◆ Task brief:
For the material that follows, return exactly the lines from the one with "const pitched = evs.filter((e)" through the one with "let last = -1;", both ends included.

___ Source data ___

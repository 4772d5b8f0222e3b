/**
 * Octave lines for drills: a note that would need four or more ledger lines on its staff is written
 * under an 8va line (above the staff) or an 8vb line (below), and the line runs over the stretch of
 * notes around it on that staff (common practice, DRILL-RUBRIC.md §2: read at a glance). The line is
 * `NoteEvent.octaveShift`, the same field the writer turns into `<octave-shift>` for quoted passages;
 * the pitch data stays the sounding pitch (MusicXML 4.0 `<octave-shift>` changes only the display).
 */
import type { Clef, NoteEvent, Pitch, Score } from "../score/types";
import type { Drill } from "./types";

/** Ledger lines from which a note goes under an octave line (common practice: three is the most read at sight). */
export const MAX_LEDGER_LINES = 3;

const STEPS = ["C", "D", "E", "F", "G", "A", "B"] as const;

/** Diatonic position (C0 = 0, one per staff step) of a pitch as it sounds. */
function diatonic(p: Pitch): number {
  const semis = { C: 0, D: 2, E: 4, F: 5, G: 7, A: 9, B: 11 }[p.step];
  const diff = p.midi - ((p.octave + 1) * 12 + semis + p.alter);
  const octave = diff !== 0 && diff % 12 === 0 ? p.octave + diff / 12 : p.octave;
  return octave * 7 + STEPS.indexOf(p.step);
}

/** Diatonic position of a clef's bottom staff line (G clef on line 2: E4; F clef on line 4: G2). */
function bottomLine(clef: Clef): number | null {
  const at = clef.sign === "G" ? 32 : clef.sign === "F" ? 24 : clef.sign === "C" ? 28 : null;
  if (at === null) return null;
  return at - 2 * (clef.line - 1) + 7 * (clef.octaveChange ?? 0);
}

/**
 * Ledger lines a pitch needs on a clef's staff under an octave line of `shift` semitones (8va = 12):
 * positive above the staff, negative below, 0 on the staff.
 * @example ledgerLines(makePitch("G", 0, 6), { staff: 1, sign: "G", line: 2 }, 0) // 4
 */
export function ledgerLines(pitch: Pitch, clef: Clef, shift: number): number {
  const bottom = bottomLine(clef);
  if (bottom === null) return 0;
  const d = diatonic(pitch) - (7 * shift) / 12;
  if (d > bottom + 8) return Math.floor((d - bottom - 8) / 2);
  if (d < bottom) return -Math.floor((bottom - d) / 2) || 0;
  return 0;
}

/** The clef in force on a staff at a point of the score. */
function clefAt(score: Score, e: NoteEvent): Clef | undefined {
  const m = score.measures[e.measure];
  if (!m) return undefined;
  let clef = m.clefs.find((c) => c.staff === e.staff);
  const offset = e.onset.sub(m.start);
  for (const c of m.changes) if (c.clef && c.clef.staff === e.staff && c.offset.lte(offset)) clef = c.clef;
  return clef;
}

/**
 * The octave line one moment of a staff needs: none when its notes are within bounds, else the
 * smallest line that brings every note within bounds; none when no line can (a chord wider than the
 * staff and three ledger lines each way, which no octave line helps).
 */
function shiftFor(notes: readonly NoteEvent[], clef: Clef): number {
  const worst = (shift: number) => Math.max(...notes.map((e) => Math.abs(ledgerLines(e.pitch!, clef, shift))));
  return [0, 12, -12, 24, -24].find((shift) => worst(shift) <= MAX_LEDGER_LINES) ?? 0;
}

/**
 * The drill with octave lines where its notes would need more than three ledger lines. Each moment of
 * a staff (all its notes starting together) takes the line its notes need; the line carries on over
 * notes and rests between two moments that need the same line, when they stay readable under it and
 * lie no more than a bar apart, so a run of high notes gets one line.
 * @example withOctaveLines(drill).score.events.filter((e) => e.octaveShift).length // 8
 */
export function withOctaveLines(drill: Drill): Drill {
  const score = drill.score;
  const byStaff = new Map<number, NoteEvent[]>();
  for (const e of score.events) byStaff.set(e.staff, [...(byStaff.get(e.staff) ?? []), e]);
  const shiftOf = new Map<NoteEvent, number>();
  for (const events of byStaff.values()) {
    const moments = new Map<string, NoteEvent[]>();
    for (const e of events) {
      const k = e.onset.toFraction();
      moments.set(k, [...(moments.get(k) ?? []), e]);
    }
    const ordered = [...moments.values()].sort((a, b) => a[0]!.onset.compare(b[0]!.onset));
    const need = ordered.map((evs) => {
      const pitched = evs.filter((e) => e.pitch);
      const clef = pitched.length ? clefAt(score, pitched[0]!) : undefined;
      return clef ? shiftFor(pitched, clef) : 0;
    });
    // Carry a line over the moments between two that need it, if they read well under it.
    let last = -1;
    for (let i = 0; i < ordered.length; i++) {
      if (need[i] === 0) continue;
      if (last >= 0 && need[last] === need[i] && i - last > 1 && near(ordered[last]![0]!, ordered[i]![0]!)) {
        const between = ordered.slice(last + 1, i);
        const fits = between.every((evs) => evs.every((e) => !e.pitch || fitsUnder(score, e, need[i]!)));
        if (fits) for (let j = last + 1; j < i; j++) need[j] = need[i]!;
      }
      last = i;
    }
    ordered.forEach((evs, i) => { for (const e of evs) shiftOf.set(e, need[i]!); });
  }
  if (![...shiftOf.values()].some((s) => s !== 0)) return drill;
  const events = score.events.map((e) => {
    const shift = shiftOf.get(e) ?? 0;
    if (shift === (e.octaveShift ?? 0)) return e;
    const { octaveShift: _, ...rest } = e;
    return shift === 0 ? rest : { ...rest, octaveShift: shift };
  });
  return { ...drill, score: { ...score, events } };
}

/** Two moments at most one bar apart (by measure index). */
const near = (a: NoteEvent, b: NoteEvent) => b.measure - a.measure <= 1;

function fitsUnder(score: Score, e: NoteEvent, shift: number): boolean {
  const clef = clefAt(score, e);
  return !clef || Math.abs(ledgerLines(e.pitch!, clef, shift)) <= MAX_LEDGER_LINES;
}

___

◆ Exercise result:
      const pitched = evs.filter((e) => e.pitch);
      const clef = pitched.length ? clefAt(score, pitched[0]!) : undefined;
      return clef ? shiftFor(pitched, clef) : 0;
    });
    // Carry a line over the moments between two that need it, if they read well under it.
    let last = -1;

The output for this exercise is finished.